> AVAILABLE DATA:

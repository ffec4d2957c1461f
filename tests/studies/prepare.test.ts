import { describe, expect, it } from "vitest";
import { norm } from "../../src/analysis/probabilities.js";
import type { Numerics } from "../../src/problem/design.js";
import { propagate } from "../../src/propagate.js";
import { MOST_EIGENSTATES } from "../../src/steppers/eigenstates.js";
import { steppers } from "../../src/steppers/registry.js";
import { DesignLimitError } from "../../src/studies/limits.js";
import { prepare } from "../../src/studies/prepare.js";
import { planRun } from "../../src/studies/run-plan.js";
import { designOf, MASS, potentialOf } from "../grid/samples.js";

const barrier = potentialOf("rectangular", { height: 0.3, width: 5 });
const packet = { energy: 0.15, width: 8 };

describe("a prepared run", () => {
  it.each(steppers.map(({ name }) => name))(
    "by %s starts with a normalised packet on a grid whose ends nothing reaches",
    async (stepper) => {
      // Eigenstates of the automatic grid would take half a minute; the ends are the same on a coarser one.
      const numerics = stepper === "eigenstates" ? { stepper, points: 1024 } : { stepper };
      const run = prepare(designOf(barrier, packet, numerics));
      const { grid } = run.stepper.system;
      expect(run.stepper.definition.name).toBe(stepper);
      expect(norm(run.psi, grid.weight)).toBeCloseTo(1, 9);
      expect(run.steps * run.stepper.timeStep).toBeCloseTo(run.end, 9);
      expect(run.steps).toBeGreaterThanOrEqual(480);
      await propagate(run);
      const edge = Math.round(grid.x.length / 100);
      // 7.5 spreads of k have room: 3e-14 of the packet, and on a circle the grid's own rounding.
      expect(norm(run.psi, grid.weight, 0, edge)).toBeLessThan(1e-10);
      expect(norm(run.psi, grid.weight, grid.x.length - edge)).toBeLessThan(1e-10);
    },
  );

  it("has twins with half the cells and half the steps that pass the same instants", () => {
    for (const stepper of ["crank-nicolson", "split-operator"]) {
      const design = designOf(barrier, packet, { stepper });
      const run = prepare(design);
      const slower = prepare(design, { end: run.end, stepFineness: 0.5 });
      const coarser = prepare(design, { end: run.end, fineness: 0.5 });
      expect(slower.steps).toBe(run.steps / 2);
      expect(slower.end).toBeCloseTo(run.end, 9);
      expect(coarser.end).toBeCloseTo(run.end, 9);
      const ratio = run.stepper.system.grid.x.length / coarser.stepper.system.grid.x.length;
      expect(ratio).toBeGreaterThan(1.9);
      expect(ratio).toBeLessThan(2.1);
    }
  });

  it("takes what the design forces", () => {
    const run = prepare(
      designOf(barrier, packet, { stepper: "crank-nicolson", order: 2, step: 0.25, timeStep: 0.5, end: 100 }),
    );
    expect(run.stepper.order).toBe(2);
    expect(run.stepper.system.grid.coarsest).toBeLessThan(0.26);
    // Rounded down so that the end is a multiple.
    expect(run.stepper.timeStep).toBeLessThanOrEqual(0.5);
    expect(run.stepper.timeStep).toBeGreaterThan(0.4);
    expect(run.end).toBeCloseTo(100, 9);
    const circle = prepare(designOf(barrier, packet, { stepper: "split-operator", points: 3000 }));
    expect(circle.stepper.system.grid.x.length).toBe(4096);
  });

  it.each<[string, Numerics]>([
    ["numerics.step", { step: 1e-9 }],
    ["numerics.points", { points: 2 ** 24 }],
    ["numerics.length", { length: 1e9 }],
    ["numerics.end", { end: 1e15 }],
    ["numerics.timeStep", { timeStep: 1e-9 }],
  ])("is refused for an absurd %s before anything is allocated, by any stepper", (path, numerics) => {
    for (const { name: stepper } of steppers) {
      const attempt = () => prepare(designOf(barrier, packet, { ...numerics, stepper }));
      expect(attempt).toThrow(DesignLimitError);
      expect(attempt).toThrow(expect.objectContaining({ path }));
    }
  });

  it("is refused for a stepper that cannot do the design, and for a box that does not hold the packet", () => {
    const heavy = potentialOf("rectangular", { height: 0.3, width: 5, mass: 2 * MASS });
    expect(() => prepare(designOf(heavy, packet, { stepper: "split-operator" }))).toThrow(/crank-nicolson/);
    expect(() => prepare(designOf(barrier, packet, { length: 60 }))).toThrow(/a box that holds the packet/);
  });

  it("is refused for an order of a stepper that is exact in time", () => {
    for (const stepper of ["eigenstates", "chebyshev"]) {
      const attempt = () => prepare(designOf(barrier, packet, { stepper, order: 4 }));
      expect(attempt).toThrow(expect.objectContaining({ path: "numerics.order" }));
      expect(attempt).toThrow(/exact in time/);
    }
  });

  it("by eigenstates is refused where it would take too many points, and takes a somewhat coarser grid before that", () => {
    // A faster packet needs a finer grid: at 1 eV more than eigenstates are found for, at 3 eV more than twice as much.
    const points = (energy: number, stepper: string) =>
      planRun(designOf(barrier, { energy, width: 20 }, { stepper })).points;
    expect(points(1, "crank-nicolson")).toBeGreaterThan(MOST_EIGENSTATES);
    expect(points(1, "eigenstates")).toBeLessThanOrEqual(MOST_EIGENSTATES);
    expect(points(1, "eigenstates")).toBeGreaterThan(0.99 * MOST_EIGENSTATES);
    const slower = planRun(designOf(barrier, { energy: 1, width: 20 }, { stepper: "eigenstates" }), {
      fineness: 0.5,
    });
    expect(Math.abs(slower.points - points(1, "eigenstates") / 2)).toBeLessThan(4);
    const attempt = () => points(3, "eigenstates");
    expect(attempt).toThrow(DesignLimitError);
    expect(attempt).toThrow(expect.objectContaining({ path: "numerics.stepper" }));
    expect(attempt).toThrow(/at most 4096 grid points.*numerics\.points: 4000/);
  });

  it("shows the same by steppers that are exact in time as by the others on their kind of grid", async () => {
    const end = 200;
    for (const [exact, other, numerics] of [
      ["eigenstates", "crank-nicolson", { points: 801 }],
      ["chebyshev", "split-operator", { points: 1024, order: undefined }],
    ] as const) {
      const smooth = potentialOf("sech2", { height: 0.3, width: 2 });
      const [a, b] = [exact, other].map((stepper) =>
        prepare(designOf(smooth, packet, { ...numerics, stepper, end })),
      );
      await propagate(a);
      await propagate(b);
      expect(a.stepper.order).toBe("exact");
      expect(a.steps).toBe(480);
      const { weight } = a.stepper.system.grid;
      const apart = norm(
        a.psi.map((value, i) => value - b.psi[i]),
        weight,
      );
      // dt^6 of the others at the phase per step that maps are made with, squared.
      expect(Math.sqrt(apart)).toBeLessThan(1e-6);
    }
  });
});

> EXERCISE DESCRIPTION:
When a line in the listing above holds "async", include it in the tally; report only the tally.

> ANSWER:
2